Moreover, the income-related disparities observed with HOTT onset and use suggests 
intervening on HOTT during the early years may help close income-related achievement gaps. 
Interventions with low-SES families have been successful in increasing the quantity and quality 
of the language that families use (Engle et al., 2011; Marulis & Neuman, 2010; Roberts & 


Kaiser, 2011). Our findings highlight the importance of focusing not only on the form of the 


HIGHER-ORDER THINKING DEVELOPMENT 55 


language that parents use, but also on its content. In fact, interventions have successfully 
heightened parents’ use of decontextualized talk (Leech, Wei, Harring, & Rowe, 2016), where 
parents are encouraged to discuss ideas and events removed from the present environment. It 
may be the case that interventions targeting families’ use of HOTT could enhance children’s 
early reasoning and thinking skills, potentially affecting their later success in school. 

4.5. Future Research 

This paper presents the first look at child HOTT in spontaneous conversations at home 
prior to school entry. Our next step will be to examine the linguistic models for HOTT that 
parents provide to their children. The children in our study were scaffolded and supported by 
questions, prompts, and statements from their parents (e.g.
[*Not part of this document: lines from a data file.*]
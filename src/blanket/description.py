"""Static descriptions an env hands to an agent: what a robot builder would know.

An agent may read an env's :class:`ArmDescription` (URDF, limits, camera, noise settings,
rates) and its observations, never the simulator's state. Every field is fixed for the
life of the env (targets and true states travel in observations and ``info``).
"""

from __future__ import annotations

from dataclasses import dataclass, field

import numpy as np

__all__ = ["CameraDescription", "ArmDescription"]


@dataclass(frozen=True)
class CameraDescription:
    """A fixed pinhole camera (OpenCV convention: x right, y down, z along the optical axis).

    Attributes
    ----------
    width_px, height_px : int
        Image size in pixels.
    fx_px, fy_px, cx_px, cy_px : float
        Intrinsics in pixels (focal lengths and principal point).
    base_from_camera : numpy.ndarray
        4x4 homogeneous pose of the camera frame in the robot's base frame.
    rate_hz : float
        Frame rate; frames arrive every ``round(control_hz / rate_hz)`` control steps.
    pixel_noise_px : float
        Standard deviation of the Gaussian pixel noise, per axis.
    """

    width_px: int
    height_px: int
    fx_px: float
    fy_px: float
    cx_px: float
    cy_px: float
    base_from_camera: np.ndarray
    rate_hz: float
    pixel_noise_px: float

    def project(self, point_base: np.ndarray) -> np.ndarray:
        """Pixel coordinates ``(u, v)`` of a point given in the base frame."""
        R = self.base_from_camera[:3, :3]
        t = self.base_from_camera[:3, 3]
        pc = R.T @ (np.asarray(point_base, dtype=float) - t)
        return np.array(
            [self.fx_px * pc[0] / pc[2] + self.cx_px, self.fy_px * pc[1] / pc[2] + self.cy_px]
        )

    def project_with_jacobian(self, point_base: np.ndarray) -> tuple[np.ndarray, np.ndarray]:
        """Pixel ``(u, v)`` of a base-frame point and ``d(u, v)/d(point)``, shape (2, 3)."""
        R = self.base_from_camera[:3, :3]
        pc = (np.asarray(point_base, dtype=float) - self.base_from_camera[:3, 3]) @ R
        x, y, z = pc
        iz = 1.0 / z
        fx, fy = self.fx_px, self.fy_px
        pixel = np.array([fx * x * iz + self.cx_px, fy * y * iz + self.cy_px])
        dpix = np.array([[fx * iz, 0.0, -fx * x * iz * iz], [0.0, fy * iz, -fy * y * iz * iz]])
        return pixel, dpix @ R.T

    def project_jacobian(self, point_base: np.ndarray) -> np.ndarray:
        """Jacobian ``d(u, v) / d(point_base)``, shape (2, 3), of :meth:`project`."""
        R = self.base_from_camera[:3, :3]
        t = self.base_from_camera[:3, 3]
        pc = R.T @ (np.asarray(point_base, dtype=float) - t)
        x, y, z = pc
        dpix_dpc = np.array(
            [
                [self.fx_px / z, 0.0, -self.fx_px * x / (z * z)],
                [0.0, self.fy_px / z, -self.fy_px * y / (z * z)],
            ]
        )
        return dpix_dpc @ R.T


@dataclass(frozen=True)
class ArmDescription:
    """What an agent may know of an arm env, fixed for the env's life.

    Attributes
    ----------
    urdf_path : str
        Absolute path of the URDF the simulation loaded.
    end_effector : str
        URDF link name of the tool tip.
    joint_names : tuple of str
        Controlled (movable, non-fixed) joints, in action and observation order.
    lower_rad, upper_rad : numpy.ndarray
        Joint position limits in force (soft limits where the URDF gives them).
    velocity_limit_rad_s, torque_limit_n_m : numpy.ndarray
        Command limits in force (the action-space bounds in the matching control mode).
    control : str
        ``"velocity"`` (action = joint velocity, rad/s) or ``"torque"`` (action = N m).
    control_hz : float
        Control (and encoder) rate.
    encoder_angle_noise_rad, encoder_velocity_noise_rad_s : float
        Standard deviations of the encoder noise.
    camera : CameraDescription or None
        The fixed camera, or None when the env has none.
    gravity_m_s2 : numpy.ndarray
        Gravity in the base frame.
    episode_s, tolerance_m : float
        Episode length and success tolerance of the task.
    """

    urdf_path: str
    end_effector: str
    joint_names: tuple[str, ...]
    lower_rad: np.ndarray
    upper_rad: np.ndarray
    velocity_limit_rad_s: np.ndarray
    torque_limit_n_m: np.ndarray
    control: str
    control_hz: float
    encoder_angle_noise_rad: float
    encoder_velocity_noise_rad_s: float
    camera: CameraDescription | None
    gravity_m_s2: np.ndarray = field(default_factory=lambda: np.array([0.0, 0.0, -9.81]))
    episode_s: float = 4.0
    tolerance_m: float = 0.01

    @property
    def n_joints(self) -> int:
        return len(self.joint_names)

    @property
    def control_dt(self) -> float:
        return 1.0 / self.control_hz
Crowley, Callanan, Jipson, Galco, 
Topping, & Shrager, 2001). We plan to examine how parents use HOTT in spontaneous speech 
with their children, and whether parent linguistic input, including parent use of HOTT, is 
associated with children’s early HOTT and later higher order thinking. If so, we plan to examine 
the timing of input—whether early parent HOTT input is more important for later child higher- 
order thinking abilities than later input; whether later input is more important than early input; or 
whether there are cumulative effects of parent HOTT input. 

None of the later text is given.